The Christian right has lured tens of millions of Americans, who rightly feel abandoned and betrayed by the political system, from the reality-based world to one of magic -- to fantastic visions of angels and miracles, to a childlike belief that God has a plan for them and Jesus will guide and protect them. This mythological worldview, one that has no use for science or dispassionate, honest intellectual inquiry, one that promises that the loss of jobs and health insurance does not matter, as long as you are right with Jesus, offers a lying world of consistency that addresses the emotional yearnings of desperate followers at the expense of reality. It creates a world where facts become interchangeable with opinions, where lies become true -- the very essence of the totalitarian state.
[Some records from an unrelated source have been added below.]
"""What must hold along any leg, over random legs, substances and cubic equations (hypothesis, derandomized).

Tolerances are relative to the sizes that a balance is made of. 1e-9: the two routes are both in double
precision, and ends are iterated to 1e-12; near saturation cuts their error is magnified.
"""

import pytest
from hypothesis import given, settings
from random_legs import KINDS, REVERSIBLE, legs
from solving import R

from pathcalc.path.values import scales

TOLERANCE = 1e-9
quick = settings(max_examples=50, deadline=None, derandomize=True)


def molar(solution):
    """Leg values per mole and the sizes of s and energy along the leg."""
    M, solved = solution.path.model.M, solution.path.legs[0]
    size = scales(solution.path, solved)
    leg = solution.legs["a"]
    T = max(solution.states["start"].T, solution.states["a"].T)
    return leg, M, float(size[0, 0]) + R, float(size[1:, 0].max()) + R * T


@pytest.mark.parametrize("kind", KINDS)
def test_every_leg(kind):
    """Closure, first law, second law, exergy balance and the sum of the pieces."""

    @quick
    @given(legs((kind,)))
    def holds(random):
        solution = random.solve()
        if solution is None:
            return
        leg, M, s_size, e_size = molar(solution)
        start, end = solution.states["start"], solution.states["a"]
        assert leg.maxwell.closure <= leg.maxwell.error + TOLERANCE
        energy = "h" if random.boundary == "flow" else "u"
        gained = (end[energy] - start[energy]) * M
        assert (leg.heat + leg.work) * M == pytest.approx(gained, abs=TOLERANCE * e_size)
        assert leg.entropy_generated * M >= -TOLERANCE * s_size
        change = (end.exergy - start.exergy) * M
        if change == change:
            T0, p0 = 298.15, 101325.0
            useful = leg.work + (0.0 if random.boundary == "flow" else p0 * leg.delta.v)
            with_heat = leg.heat - T0 * (leg.delta.s - leg.entropy_generated)
            balance = (useful + with_heat - leg.exergy_destroyed) * M
            assert balance == pytest.approx(change, abs=TOLERANCE * (e_size + T0 * s_size))
        pieces = solution.pieces("a")
        assert sum(piece["ds"] for piece in pieces) * M == pytest.approx(leg.delta.s * M, abs=TOLERANCE * s_size)
        assert sum(piece["dh"] for piece in pieces) * M == pytest.approx(leg.delta.h * M, abs=TOLERANCE * e_size)

    holds()


def test_a_leg_without_heat_has_none():
    @quick
    @given(legs(("adiabatic", "efficiency", "polytropic-efficiency", "throttling", "free-expansion")))
    def holds(random):
        solution = random.solve()
        if solution is not None:
            assert solution.legs["a"].heat == 0.0

    holds()


@quick
@given(legs(("throttling",)))
def test_throttling_keeps_enthalpy(random):
    solution = random.solve()
    if solution is None:
        return
    _, M, _, e_size = molar(solution)
    start, end = solution.states["start"], solution.states["a"]
    assert end.h * M == pytest.approx(start.h * M, abs=TOLERANCE * e_size)
    assert end.p < start.p
    assert solution.legs["a"].entropy_generated > 0.0


@quick
@given(legs(("free-expansion",)))
def test_free_expansion_keeps_energy(random):
    solution = random.solve()
    if solution is None:
        return
    _, M, _, e_size = molar(solution)
    start, end = solution.states["start"], solution.states["a"]
    assert end.u * M == pytest.approx(start.u * M, abs=TOLERANCE * e_size)
    assert solution.legs["a"].entropy_generated > 0.0


@quick
@given(legs(("isothermal",)))
def test_isothermal_flow_work_is_the_change_of_gibbs_energy(random):
    """And for a closed mass that of the Helmholtz energy; state functions from the other route."""
    solution = random.solve()
    if solution is None:
        return
    leg, M, _, e_size = molar(solution)
    key = "g" if random.boundary == "flow" else "a"
    change = (solution.states["a"][key] - solution.states["start"][key]) * M
    assert leg.work * M == pytest.approx(change, abs=TOLERANCE * e_size)


@quick
@given(legs(REVERSIBLE))
def test_a_reversible_leg_backwards_is_its_negative(random):
    """Back along the same family to the first volume (temperature on an isochore)."""
    kind = random.leg.split(",")[0]
    extra = random.leg.split(", to:")[0].removeprefix(kind).removeprefix(",").strip()
    key = "T" if "isochoric" in kind else "v"
    fields = f"{extra}, " if extra else ""
    back = f"name: b, {kind}, {fields}to: {{{key}: {{same_as: start}}}}"
    solution = random.solve(back)
    if solution is None:
        return
    leg, M, s_size, e_size = molar(solution)
    other = solution.legs["b"]
    assert other.heat * M == pytest.approx(-leg.heat * M, abs=10 * TOLERANCE * e_size)
    assert other.work * M == pytest.approx(-leg.work * M, abs=10 * TOLERANCE * e_size)
    assert other.delta.s * M == pytest.approx(-leg.delta.s * M, abs=10 * TOLERANCE * s_size)
    assert solution.states["b"]["T"] == pytest.approx(random.T, rel=1e-8)


@quick
@given(legs(("isothermal", "isobaric", "polytropic", "adiabatic", "throttling", "polytropic-efficiency")))
def test_two_legs_in_a_row_are_one(random):
    """The leg split at half way (in ln v or ln p) gives the same end, heat and work."""
    whole = random.solve()
    if whole is None:
        return
    key = "v" if "{v:" in random.leg else "p"
    ratio = float(random.leg.split("ratio: ")[1].split("}")[0])
    half = random.leg.replace(f"ratio: {random.leg.split('ratio: ')[1].split('}')[0]}", f"ratio: {ratio**0.5!r}")
    halves = type(random)(**{**random.__dict__, "leg": half}).solve(f"name: b, {half}")
    if halves is None:
        return
    leg, M, s_size, e_size = molar(whole)
    sums = {k: halves.legs["a"][k] + halves.legs["b"][k] for k in ("heat", "work", "entropy_generated")}
    assert sums["heat"] * M == pytest.approx(leg.heat * M, abs=10 * TOLERANCE * e_size)
    assert sums["work"] * M == pytest.approx(leg.work * M, abs=10 * TOLERANCE * e_size)
    assert sums["entropy_generated"] * M == pytest.approx(leg.entropy_generated * M, abs=10 * TOLERANCE * s_size)
    assert halves.states["b"][key] == pytest.approx(whole.states["a"][key], rel=1e-9)
    assert halves.states["b"]["T"] == pytest.approx(whole.states["a"].T, rel=1e-8)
It includes a dark license to kill, to obliterate all those who do not conform to this vision, from Muslims in the Middle East to those at home who refuse to submit to the movement. And it conveniently empowers a rapacious oligarchy whose god is maximum profit at the expense of citizens.
I tend to think that Hedges is a little over the top, especially because it seems that the far right is losing some of its power over the last year or so. But he makes one very valid point, one that does scare me a bit -- and I hope it never happens:
The radical Christian right, calling for a "Christian state" -- where whole segments of American society, from gays and lesbians to liberals to immigrants to artists to intellectuals, will have no legitimacy and be reduced, at best, to second-class citizens -- awaits a crisis, an economic meltdown, another catastrophic terrorist strike or a series of environmental disasters. A period of instability will permit them to push through their radical agenda, one that will be sold to a frightened American public as a return to security and law and order, as well as moral purity and prosperity. This movement -- the most dangerous mass movement in American history -- will not be blunted until the growing social and economic inequities that blight this nation are addressed, until tens of millions of Americans, now locked in hermetic systems of indoctrination through Christian television and radio, as well as Christian schools, are reincorporated into American society and given a future, one with hope, adequate wages, job security and generous federal and state assistance.He is spot-on correct here. The only way to alter a worldview is to change the life conditions that created it or allowed it to rise. This is classic Spiral Dynamics, and it is something that I believe to be true. The question now, when so many of our politicians bow down before the far right even if they don't agree with them (they fear them), is how do we fix it before it does get as bad as Hedges suggests, or before that next event that destabilizes everything?
4 comments:
Interesting post.
Speaking of spiral dynamics do you have any good audio on the subject. Also do you have or have you heard the SDI audio release from Sounds true and if so what did you think of it?
It doesn't seem to me that fundy Christians are particularly any more suseptible to spiraling off into madness than many other groups.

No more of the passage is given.